▶ _Exercise objective_
Filter the records below down to lines containing "Ldexp".

┌──

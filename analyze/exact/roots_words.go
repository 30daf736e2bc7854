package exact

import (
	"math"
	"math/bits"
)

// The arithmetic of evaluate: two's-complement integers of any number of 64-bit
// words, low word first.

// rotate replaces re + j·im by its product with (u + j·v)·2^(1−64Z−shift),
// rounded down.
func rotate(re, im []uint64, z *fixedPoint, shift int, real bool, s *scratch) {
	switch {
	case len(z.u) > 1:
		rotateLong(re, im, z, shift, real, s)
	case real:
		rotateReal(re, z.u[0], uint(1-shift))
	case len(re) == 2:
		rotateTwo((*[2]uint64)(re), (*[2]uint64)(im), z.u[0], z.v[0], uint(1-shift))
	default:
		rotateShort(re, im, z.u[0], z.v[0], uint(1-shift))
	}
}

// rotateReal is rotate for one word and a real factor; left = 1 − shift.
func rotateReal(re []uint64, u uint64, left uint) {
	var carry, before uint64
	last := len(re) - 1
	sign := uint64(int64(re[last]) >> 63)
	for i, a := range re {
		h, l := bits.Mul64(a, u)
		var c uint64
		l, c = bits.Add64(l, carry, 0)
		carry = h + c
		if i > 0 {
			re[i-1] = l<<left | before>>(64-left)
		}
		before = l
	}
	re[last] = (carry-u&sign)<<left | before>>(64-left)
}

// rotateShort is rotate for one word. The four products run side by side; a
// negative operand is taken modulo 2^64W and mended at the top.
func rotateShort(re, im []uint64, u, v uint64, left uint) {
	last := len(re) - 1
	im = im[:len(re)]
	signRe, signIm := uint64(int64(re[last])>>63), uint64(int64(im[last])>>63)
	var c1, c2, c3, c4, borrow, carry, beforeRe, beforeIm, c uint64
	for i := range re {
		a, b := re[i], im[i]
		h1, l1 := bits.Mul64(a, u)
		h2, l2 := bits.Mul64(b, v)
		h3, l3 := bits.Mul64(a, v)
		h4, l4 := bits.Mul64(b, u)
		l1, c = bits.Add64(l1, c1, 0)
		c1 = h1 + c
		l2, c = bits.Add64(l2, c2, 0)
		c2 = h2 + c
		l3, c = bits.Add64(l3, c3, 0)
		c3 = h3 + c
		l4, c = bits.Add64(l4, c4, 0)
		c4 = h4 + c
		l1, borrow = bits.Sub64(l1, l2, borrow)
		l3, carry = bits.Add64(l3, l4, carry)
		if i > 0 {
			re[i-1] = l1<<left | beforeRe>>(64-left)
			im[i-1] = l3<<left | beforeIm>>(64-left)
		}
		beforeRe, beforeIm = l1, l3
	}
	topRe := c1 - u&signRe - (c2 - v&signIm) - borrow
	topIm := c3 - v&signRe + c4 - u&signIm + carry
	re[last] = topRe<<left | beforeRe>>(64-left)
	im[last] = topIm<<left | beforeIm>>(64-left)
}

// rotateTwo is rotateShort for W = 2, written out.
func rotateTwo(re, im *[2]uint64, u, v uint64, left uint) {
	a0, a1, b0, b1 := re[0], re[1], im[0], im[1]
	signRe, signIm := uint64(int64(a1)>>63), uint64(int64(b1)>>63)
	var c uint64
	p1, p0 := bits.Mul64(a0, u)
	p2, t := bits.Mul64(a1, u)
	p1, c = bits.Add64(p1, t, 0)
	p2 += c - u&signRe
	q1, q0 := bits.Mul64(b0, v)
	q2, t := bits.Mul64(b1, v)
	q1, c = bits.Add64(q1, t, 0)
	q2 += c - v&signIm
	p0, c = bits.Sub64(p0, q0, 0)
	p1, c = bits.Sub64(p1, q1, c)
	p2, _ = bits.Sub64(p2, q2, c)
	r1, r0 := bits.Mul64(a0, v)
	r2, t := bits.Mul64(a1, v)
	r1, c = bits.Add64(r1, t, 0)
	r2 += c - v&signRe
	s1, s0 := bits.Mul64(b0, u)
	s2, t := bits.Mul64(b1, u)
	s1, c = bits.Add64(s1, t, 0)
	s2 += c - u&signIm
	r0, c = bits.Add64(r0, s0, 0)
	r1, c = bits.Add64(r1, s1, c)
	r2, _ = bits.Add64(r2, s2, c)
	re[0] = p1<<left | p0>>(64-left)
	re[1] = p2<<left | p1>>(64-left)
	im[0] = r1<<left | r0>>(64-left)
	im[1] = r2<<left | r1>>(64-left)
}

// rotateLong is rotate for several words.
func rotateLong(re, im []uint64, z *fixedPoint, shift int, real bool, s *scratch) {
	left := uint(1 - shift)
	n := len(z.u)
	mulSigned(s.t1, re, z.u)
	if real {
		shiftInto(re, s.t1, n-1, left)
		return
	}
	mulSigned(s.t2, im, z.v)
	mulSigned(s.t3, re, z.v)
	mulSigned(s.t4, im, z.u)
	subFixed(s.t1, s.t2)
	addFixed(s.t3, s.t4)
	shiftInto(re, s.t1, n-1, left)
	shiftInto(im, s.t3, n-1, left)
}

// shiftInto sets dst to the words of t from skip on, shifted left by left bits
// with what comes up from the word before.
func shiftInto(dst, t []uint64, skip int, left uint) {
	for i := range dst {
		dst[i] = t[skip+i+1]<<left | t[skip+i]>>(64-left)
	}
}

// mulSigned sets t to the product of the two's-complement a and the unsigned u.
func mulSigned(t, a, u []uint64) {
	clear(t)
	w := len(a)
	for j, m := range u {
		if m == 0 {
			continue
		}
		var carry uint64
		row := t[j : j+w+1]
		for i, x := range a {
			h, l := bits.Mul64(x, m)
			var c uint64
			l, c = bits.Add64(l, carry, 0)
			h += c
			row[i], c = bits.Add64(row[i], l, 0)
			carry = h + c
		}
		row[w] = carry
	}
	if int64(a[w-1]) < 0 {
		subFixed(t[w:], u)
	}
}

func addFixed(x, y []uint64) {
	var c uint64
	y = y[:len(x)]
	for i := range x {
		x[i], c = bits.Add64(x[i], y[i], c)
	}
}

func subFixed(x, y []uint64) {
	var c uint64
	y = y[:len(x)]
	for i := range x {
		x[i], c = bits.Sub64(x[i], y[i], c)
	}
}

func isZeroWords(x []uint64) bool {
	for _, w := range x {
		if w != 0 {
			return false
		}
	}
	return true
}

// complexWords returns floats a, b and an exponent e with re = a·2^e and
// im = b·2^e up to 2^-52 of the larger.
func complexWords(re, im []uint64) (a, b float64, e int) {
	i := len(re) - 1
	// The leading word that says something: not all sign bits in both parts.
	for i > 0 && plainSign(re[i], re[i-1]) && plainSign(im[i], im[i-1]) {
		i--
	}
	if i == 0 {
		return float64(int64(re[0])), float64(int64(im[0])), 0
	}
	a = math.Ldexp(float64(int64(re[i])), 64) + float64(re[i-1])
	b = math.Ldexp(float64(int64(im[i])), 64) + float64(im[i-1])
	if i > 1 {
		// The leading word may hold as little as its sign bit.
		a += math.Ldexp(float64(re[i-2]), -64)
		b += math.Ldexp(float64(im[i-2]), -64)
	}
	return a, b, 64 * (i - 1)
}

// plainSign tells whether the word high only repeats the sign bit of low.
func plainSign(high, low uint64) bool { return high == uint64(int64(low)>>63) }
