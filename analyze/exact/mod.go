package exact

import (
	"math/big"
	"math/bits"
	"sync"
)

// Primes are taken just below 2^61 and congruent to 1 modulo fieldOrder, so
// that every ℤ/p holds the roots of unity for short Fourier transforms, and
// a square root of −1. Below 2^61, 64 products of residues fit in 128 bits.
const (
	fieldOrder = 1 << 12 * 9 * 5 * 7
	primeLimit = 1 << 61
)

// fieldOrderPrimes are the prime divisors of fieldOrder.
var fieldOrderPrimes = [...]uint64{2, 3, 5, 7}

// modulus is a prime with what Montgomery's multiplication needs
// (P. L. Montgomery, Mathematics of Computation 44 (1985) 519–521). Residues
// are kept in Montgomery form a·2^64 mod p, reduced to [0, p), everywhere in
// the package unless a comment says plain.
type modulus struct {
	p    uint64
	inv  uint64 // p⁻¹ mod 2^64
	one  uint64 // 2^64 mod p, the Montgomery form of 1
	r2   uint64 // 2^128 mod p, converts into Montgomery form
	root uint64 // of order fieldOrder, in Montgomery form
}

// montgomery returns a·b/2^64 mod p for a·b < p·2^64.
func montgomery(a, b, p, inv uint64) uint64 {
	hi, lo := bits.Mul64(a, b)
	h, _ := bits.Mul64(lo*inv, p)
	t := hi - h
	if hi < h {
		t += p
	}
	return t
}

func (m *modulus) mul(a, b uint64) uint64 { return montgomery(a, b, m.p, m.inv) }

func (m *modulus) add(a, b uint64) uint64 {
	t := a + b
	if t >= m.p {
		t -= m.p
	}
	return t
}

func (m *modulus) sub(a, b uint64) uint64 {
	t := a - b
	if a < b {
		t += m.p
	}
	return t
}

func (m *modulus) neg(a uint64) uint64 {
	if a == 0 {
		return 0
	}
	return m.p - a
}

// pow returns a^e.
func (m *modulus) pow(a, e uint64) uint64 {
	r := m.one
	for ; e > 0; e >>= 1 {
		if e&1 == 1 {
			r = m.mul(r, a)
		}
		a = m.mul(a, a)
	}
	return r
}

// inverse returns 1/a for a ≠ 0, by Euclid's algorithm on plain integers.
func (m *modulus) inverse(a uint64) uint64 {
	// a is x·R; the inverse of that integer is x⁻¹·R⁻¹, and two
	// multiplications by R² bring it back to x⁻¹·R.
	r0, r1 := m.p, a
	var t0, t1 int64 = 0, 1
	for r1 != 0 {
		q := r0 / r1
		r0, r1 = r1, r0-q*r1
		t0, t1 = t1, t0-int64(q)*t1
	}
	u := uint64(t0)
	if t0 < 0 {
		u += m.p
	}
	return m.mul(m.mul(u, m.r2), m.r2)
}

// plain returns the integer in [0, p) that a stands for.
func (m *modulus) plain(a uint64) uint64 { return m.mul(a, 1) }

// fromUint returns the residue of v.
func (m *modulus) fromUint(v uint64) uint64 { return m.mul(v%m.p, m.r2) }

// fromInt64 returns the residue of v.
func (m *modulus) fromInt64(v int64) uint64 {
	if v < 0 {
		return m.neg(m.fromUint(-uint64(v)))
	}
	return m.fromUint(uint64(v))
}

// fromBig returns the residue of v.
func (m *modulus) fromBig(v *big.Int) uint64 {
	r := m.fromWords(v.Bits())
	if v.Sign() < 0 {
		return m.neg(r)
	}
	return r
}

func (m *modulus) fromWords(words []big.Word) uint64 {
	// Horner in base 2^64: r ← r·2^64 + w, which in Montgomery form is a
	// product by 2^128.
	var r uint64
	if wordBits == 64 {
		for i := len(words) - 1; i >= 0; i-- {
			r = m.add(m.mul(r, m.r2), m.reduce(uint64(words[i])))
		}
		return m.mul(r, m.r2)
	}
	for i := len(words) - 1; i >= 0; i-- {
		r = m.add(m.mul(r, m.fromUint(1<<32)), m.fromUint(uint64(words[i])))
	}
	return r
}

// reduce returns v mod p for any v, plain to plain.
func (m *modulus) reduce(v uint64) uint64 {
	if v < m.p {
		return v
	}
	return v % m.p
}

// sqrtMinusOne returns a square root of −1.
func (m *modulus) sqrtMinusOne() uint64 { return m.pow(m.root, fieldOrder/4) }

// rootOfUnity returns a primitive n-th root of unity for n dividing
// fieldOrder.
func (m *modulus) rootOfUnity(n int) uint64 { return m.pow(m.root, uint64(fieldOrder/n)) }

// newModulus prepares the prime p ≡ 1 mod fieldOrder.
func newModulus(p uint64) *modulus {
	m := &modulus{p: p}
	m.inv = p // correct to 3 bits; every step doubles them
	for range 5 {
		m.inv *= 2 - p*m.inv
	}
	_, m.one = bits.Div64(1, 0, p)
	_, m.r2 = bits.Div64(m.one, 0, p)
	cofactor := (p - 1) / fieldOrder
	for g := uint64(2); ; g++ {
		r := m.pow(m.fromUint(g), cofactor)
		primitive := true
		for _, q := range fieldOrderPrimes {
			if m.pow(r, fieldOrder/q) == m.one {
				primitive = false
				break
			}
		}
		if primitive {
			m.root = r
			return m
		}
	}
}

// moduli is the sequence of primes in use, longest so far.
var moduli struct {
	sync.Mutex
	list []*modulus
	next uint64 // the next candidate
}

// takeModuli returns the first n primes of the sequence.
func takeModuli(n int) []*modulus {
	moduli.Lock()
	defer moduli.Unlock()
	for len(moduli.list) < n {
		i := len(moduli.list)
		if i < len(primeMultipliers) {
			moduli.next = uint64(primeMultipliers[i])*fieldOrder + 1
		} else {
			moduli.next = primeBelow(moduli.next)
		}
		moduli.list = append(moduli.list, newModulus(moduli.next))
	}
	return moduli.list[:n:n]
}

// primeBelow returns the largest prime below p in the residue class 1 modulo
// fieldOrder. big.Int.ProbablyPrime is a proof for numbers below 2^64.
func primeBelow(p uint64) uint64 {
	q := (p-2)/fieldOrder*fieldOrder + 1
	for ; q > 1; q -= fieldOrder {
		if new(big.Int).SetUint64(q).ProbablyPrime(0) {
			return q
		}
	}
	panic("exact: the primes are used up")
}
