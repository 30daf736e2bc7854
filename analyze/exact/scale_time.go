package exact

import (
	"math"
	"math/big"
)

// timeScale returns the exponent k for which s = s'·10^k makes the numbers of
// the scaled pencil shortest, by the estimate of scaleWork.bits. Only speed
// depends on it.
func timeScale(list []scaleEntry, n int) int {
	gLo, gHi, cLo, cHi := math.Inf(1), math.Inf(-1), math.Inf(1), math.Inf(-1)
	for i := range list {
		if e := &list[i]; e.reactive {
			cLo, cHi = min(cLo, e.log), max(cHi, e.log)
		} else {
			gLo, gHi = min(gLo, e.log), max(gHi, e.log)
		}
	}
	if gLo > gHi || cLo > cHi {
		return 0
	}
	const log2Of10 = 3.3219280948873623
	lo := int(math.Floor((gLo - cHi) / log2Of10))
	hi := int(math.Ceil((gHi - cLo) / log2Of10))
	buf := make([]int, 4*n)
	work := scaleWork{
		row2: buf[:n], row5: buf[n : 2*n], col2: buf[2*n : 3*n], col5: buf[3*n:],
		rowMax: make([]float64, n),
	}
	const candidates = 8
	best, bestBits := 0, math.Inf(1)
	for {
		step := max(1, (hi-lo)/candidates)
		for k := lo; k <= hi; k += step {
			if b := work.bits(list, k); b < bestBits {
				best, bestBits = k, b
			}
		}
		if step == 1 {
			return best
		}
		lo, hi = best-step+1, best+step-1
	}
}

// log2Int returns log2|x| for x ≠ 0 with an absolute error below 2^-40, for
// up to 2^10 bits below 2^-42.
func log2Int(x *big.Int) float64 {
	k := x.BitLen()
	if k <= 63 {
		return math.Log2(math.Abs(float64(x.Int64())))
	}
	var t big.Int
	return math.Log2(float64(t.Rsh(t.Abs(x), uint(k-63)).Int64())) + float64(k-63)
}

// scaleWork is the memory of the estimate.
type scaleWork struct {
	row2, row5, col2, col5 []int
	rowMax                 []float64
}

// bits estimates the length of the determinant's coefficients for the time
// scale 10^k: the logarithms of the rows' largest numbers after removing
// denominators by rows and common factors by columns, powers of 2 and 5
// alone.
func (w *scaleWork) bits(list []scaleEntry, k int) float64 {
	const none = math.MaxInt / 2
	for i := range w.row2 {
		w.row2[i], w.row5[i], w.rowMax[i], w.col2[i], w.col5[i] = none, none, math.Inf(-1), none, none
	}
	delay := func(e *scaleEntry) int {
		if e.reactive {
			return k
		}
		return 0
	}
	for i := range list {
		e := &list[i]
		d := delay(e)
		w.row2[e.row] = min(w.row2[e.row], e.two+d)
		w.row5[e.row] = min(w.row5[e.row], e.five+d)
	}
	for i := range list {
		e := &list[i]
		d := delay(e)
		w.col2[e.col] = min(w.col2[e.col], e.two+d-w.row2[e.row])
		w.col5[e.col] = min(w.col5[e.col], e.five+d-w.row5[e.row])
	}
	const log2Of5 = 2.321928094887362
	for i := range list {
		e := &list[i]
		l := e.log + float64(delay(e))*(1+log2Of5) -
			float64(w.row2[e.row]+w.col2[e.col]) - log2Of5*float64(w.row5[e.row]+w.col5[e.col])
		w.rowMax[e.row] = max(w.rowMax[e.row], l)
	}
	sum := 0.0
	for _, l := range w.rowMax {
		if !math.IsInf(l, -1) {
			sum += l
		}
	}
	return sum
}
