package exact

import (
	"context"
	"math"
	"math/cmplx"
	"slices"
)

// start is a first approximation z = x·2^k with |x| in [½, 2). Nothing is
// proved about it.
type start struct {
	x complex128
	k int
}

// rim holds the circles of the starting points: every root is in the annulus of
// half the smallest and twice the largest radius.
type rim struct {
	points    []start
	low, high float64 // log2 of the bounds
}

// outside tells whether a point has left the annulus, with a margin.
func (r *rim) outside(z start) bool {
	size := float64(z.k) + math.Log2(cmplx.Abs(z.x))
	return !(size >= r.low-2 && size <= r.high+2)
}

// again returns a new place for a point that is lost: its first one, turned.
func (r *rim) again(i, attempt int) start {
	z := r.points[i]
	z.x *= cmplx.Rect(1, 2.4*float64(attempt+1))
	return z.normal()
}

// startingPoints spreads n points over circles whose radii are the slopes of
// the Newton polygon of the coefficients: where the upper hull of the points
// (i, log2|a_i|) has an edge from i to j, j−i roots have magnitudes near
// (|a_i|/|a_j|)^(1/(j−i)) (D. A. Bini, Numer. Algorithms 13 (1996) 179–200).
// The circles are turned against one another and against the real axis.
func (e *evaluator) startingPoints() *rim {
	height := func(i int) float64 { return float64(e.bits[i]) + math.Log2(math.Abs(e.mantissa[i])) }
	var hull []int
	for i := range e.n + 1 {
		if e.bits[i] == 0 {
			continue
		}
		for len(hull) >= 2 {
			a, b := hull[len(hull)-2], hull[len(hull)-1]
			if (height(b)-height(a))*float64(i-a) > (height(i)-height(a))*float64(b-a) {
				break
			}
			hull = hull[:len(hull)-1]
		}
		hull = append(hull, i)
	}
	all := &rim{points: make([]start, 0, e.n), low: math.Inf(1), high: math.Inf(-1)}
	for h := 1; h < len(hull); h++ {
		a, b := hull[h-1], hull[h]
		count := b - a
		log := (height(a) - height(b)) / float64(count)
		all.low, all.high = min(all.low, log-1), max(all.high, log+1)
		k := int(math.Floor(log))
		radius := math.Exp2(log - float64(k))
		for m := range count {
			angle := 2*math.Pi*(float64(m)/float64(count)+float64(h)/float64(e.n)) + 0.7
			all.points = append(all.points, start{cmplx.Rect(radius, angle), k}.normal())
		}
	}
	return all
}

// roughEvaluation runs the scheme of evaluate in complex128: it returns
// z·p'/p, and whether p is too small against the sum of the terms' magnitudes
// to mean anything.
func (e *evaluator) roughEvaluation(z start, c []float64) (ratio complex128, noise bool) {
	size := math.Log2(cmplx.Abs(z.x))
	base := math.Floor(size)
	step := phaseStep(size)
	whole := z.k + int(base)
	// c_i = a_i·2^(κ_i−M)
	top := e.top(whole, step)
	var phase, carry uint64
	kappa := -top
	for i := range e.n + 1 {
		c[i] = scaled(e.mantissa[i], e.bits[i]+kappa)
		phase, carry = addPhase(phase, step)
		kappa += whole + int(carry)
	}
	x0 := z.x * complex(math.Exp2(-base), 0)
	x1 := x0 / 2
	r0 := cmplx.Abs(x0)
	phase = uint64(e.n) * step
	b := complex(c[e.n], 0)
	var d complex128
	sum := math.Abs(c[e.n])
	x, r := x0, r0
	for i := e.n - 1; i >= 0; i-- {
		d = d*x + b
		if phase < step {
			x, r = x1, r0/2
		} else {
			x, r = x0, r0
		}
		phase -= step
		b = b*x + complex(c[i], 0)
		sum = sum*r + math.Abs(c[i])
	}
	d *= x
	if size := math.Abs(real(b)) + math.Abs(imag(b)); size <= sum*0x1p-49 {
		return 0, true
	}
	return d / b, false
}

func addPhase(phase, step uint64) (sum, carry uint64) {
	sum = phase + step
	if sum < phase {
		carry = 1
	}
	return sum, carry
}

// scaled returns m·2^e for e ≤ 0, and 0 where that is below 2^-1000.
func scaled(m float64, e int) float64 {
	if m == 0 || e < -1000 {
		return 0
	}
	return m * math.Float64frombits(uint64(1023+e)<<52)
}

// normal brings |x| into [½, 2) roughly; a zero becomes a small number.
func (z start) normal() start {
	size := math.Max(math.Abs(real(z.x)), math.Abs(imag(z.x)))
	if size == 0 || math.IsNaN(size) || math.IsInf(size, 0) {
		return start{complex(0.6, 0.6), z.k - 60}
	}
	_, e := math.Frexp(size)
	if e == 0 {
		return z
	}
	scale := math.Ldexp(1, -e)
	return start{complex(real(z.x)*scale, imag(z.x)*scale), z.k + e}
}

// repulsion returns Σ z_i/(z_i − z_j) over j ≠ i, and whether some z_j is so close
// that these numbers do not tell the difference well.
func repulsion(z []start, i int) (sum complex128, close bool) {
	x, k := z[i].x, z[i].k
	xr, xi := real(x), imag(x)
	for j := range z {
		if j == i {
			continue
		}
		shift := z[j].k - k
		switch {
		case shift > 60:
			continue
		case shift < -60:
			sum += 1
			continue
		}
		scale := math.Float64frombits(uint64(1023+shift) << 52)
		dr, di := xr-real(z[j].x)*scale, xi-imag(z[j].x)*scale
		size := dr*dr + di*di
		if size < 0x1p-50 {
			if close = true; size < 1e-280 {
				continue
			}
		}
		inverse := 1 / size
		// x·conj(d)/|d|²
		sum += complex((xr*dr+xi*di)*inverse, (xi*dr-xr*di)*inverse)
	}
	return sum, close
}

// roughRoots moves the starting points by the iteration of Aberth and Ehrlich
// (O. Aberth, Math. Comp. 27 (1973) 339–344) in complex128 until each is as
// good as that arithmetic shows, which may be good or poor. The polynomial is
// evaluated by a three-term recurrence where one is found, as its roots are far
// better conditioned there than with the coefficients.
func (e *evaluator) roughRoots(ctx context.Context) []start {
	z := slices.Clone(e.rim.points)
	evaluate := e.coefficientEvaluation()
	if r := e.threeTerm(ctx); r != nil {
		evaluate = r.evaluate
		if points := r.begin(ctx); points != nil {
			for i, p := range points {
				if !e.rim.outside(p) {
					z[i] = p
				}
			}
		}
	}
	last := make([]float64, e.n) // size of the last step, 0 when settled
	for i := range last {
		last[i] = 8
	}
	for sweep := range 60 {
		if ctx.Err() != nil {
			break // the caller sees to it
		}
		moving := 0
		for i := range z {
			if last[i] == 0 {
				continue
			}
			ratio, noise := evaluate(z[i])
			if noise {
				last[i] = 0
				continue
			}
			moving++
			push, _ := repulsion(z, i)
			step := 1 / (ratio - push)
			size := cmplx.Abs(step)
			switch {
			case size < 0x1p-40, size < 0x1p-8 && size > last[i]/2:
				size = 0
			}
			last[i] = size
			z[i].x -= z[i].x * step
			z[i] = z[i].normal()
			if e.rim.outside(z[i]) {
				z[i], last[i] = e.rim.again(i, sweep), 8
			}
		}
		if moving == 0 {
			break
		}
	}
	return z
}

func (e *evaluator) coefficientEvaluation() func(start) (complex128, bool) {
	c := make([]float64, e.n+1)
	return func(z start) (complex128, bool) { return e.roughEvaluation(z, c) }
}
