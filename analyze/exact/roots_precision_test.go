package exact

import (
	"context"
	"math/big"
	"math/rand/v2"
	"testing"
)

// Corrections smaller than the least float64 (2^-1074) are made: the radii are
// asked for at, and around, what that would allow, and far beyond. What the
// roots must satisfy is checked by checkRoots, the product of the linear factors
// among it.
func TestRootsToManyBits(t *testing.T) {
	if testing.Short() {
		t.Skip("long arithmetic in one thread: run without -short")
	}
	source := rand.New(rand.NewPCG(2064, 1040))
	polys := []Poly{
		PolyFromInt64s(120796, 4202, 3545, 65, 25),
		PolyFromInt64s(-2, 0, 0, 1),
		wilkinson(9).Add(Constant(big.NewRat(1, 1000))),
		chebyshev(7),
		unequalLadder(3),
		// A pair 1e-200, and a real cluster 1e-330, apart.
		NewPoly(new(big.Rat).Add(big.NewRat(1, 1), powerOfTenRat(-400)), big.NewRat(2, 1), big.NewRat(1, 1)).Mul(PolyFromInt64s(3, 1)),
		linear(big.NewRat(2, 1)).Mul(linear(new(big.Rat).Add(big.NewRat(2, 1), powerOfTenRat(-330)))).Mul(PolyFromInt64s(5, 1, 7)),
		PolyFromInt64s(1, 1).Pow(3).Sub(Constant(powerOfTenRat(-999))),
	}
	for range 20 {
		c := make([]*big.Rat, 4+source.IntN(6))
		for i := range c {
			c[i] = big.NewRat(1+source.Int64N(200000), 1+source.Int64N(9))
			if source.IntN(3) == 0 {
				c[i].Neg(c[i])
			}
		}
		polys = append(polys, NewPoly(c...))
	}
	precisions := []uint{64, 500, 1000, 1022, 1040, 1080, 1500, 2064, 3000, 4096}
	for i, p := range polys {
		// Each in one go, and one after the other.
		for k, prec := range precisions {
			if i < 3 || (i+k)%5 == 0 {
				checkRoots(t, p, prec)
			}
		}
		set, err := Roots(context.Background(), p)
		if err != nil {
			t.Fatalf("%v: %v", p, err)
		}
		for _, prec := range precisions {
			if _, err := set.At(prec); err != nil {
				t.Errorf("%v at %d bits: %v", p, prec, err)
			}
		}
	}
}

└──

▶ _Your solution_
	a = math.Ldexp(float64(int64(re[i])), 64) + float64(re[i-1])
	b = math.Ldexp(float64(int64(im[i])), 64) + float64(im[i-1])
		a += math.Ldexp(float64(re[i-2]), -64)
		b += math.Ldexp(float64(im[i-2]), -64)
	scale := math.Ldexp(1, -e)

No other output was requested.